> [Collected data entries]
============================================================
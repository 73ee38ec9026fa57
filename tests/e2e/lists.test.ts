import { describe, expect, it } from 'vitest';
import { countIs, hasTexts, shows } from './support/page-expect';
import { useBrowserSession } from './support/session';

/*
 * The lists the server pages and sorts, in Chromium against the built client and the demo lab:
 * a header click asks the server for another order and says so in aria-sort and the address,
 * the Columns menu hides a column, the search box narrows the budgets and the users as typed. Screenshots go to
 * tests/.artifacts/screenshots.
 */

const { app, pageAs, shot, checkAccessibility } = useBrowserSession('lists');

describe('lists sorted and paged by the server', () => {
  it('sorts the budgets by title on the server, marks the sorted column, and hides a column', async () => {
    const page = await pageAs('admin@dubito.example');
    await page.goto(`${app.baseUrl}/budgets`);
    const table = page.getByRole('table', { name: /Budgets, sorted by/ });
    await shows(table);
    const titleHeader = table.getByRole('columnheader', { name: /Title/ });
    expect(await titleHeader.getAttribute('aria-sort')).toBe('none');
    await titleHeader.getByRole('button').click();
    await expect.poll(() => titleHeader.getAttribute('aria-sort')).toBe('ascending');
    await page.waitForURL(/sort=title/);
    // the rows of the page are the first titles of the whole list, as the server sorted it
    const expected = await page.evaluate(async () => ((await (await fetch('/api/budgets?sort=title&order=asc&limit=12')).json()) as { title: string }[]).map((b) => b.title));
    await expect.poll(async () => (await table.locator('tbody tr td:first-child').allInnerTexts()).map((t) => t.trim())).toEqual(expected);

    await page.getByText('Columns', { exact: true }).click();
    await page.getByRole('checkbox', { name: 'Owner' }).uncheck();
    await countIs(table.getByRole('columnheader', { name: 'Owner' }), 0);
    await shot(page, 'budgets-by-title');
  }, 120_000);

  it('searches the budget titles as typed, and Clear filters or the Budgets link empties the search', async () => {
    const page = await pageAs('admin@dubito.example');
    await page.goto(`${app.baseUrl}/budgets`);
    const table = page.getByRole('table', { name: /Budgets, sorted by/ });
    const titles = table.locator('tbody tr td:first-child');
    await shows(table);
    const all = (await titles.allInnerTexts()).map((t) => t.trim());
    const box = page.getByLabel('Search titles');
    // typed key by key: the space between the words stays in the box while the address holds the trimmed text
    await box.pressSequentially('resistor ');
    await page.waitForURL(/q=resistor(&|$)/);
    expect(await box.inputValue()).toBe('resistor ');
    await box.pressSequentially('kf');
    await page.waitForURL(/q=resistor\+kf(&|$)/);
    expect(await box.inputValue()).toBe('resistor kf');
    const found = await page.evaluate(async () => ((await (await fetch('/api/budgets?q=resistor%20kf')).json()) as { title: string }[]).map((b) => b.title));
    expect(found.length).toBeGreaterThan(0);
    expect(found.length).toBeLessThan(all.length);
    await hasTexts(titles, found);
    await shot(page, 'budgets-searched');

    await page.getByRole('button', { name: 'Clear filters' }).click();
    await expect.poll(() => box.inputValue()).toBe('');
    expect(new URL(page.url()).search).toBe('');
    await hasTexts(titles, all);
    expect(await page.getByRole('button', { name: 'Clear filters' }).isDisabled()).toBe(true);

    await box.fill('gauge');
    await page.waitForURL(/q=gauge/);
    const gauges = await page.evaluate(async () => ((await (await fetch('/api/budgets?q=gauge')).json()) as { title: string }[]).map((b) => b.title));
    expect(gauges.length).toBeGreaterThan(0);
    await hasTexts(titles, gauges);
    await checkAccessibility(page, 'the budgets searched for gauge');
    await page.getByRole('navigation', { name: 'Main' }).getByRole('link', { name: 'Budgets' }).click();
    await expect.poll(() => box.inputValue()).toBe('');
    await hasTexts(titles, all);
  }, 120_000);

  it('filters the users by name on the server and sorts them by e-mail', async () => {
    const page = await pageAs('admin@dubito.example');
    await page.goto(`${app.baseUrl}/admin/users`);
    await shows(page.getByTestId('user-trainee@dubito.example'));
    await page.getByLabel('Search names and addresses').fill('castell');
    await page.waitForURL(/q=castell/);
    await countIs(page.getByTestId('user-admin@dubito.example'), 0);
    await shows(page.getByTestId('user-trainee@dubito.example'));
    await page.getByRole('button', { name: 'Clear filters' }).click();
    const emailHeader = page.getByRole('columnheader', { name: /E-mail/ });
    await emailHeader.getByRole('button').click();
    await expect.poll(() => emailHeader.getAttribute('aria-sort')).toBe('ascending');
    await expect.poll(async () => (await page.locator('tbody tr').first().getAttribute('data-testid')) ?? '').toBe('user-admin@dubito.example');
    await shot(page, 'users-by-email');
  }, 120_000);

  it('shows a budget’s versions newest first and the oldest first after a click', async () => {
    const page = await pageAs('auditor@dubito.example');
    await page.goto(`${app.baseUrl}/budgets`);
    await page
      .getByRole('link', { name: /Resistor KF-R10K-7/ })
      .first()
      .click();
    await page.waitForURL(/\/budgets\/\d+$/);
    const id = Number(/\/budgets\/(\d+)/.exec(page.url())?.[1]);
    await page.goto(`${app.baseUrl}/budgets/${id}/versions`);
    const table = page.getByRole('table', { name: /Versions of the budget/ });
    const firstCell = table.locator('tbody tr td:first-child').first();
    await expect.poll(() => firstCell.innerText()).toBe('v3');
    await table
      .getByRole('columnheader', { name: /Version/ })
      .getByRole('button')
      .click();
    await expect.poll(() => firstCell.innerText()).toBe('v1');
    await page.waitForURL(/order=asc/);
    await shot(page, 'versions-oldest-first');
  }, 120_000);
});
============================================================
> [Task brief] Scan the records above. Return every line with "sorted" in it.

> [Reply]
describe('lists sorted and paged by the server', () => {
  it('sorts the budgets by title on the server, marks the sorted column, and hides a column', async () => {
    const table = page.getByRole('table', { name: /Budgets, sorted by/ });
    // the rows of the page are the first titles of the whole list, as the server sorted it
    const table = page.getByRole('table', { name: /Budgets, sorted by/ });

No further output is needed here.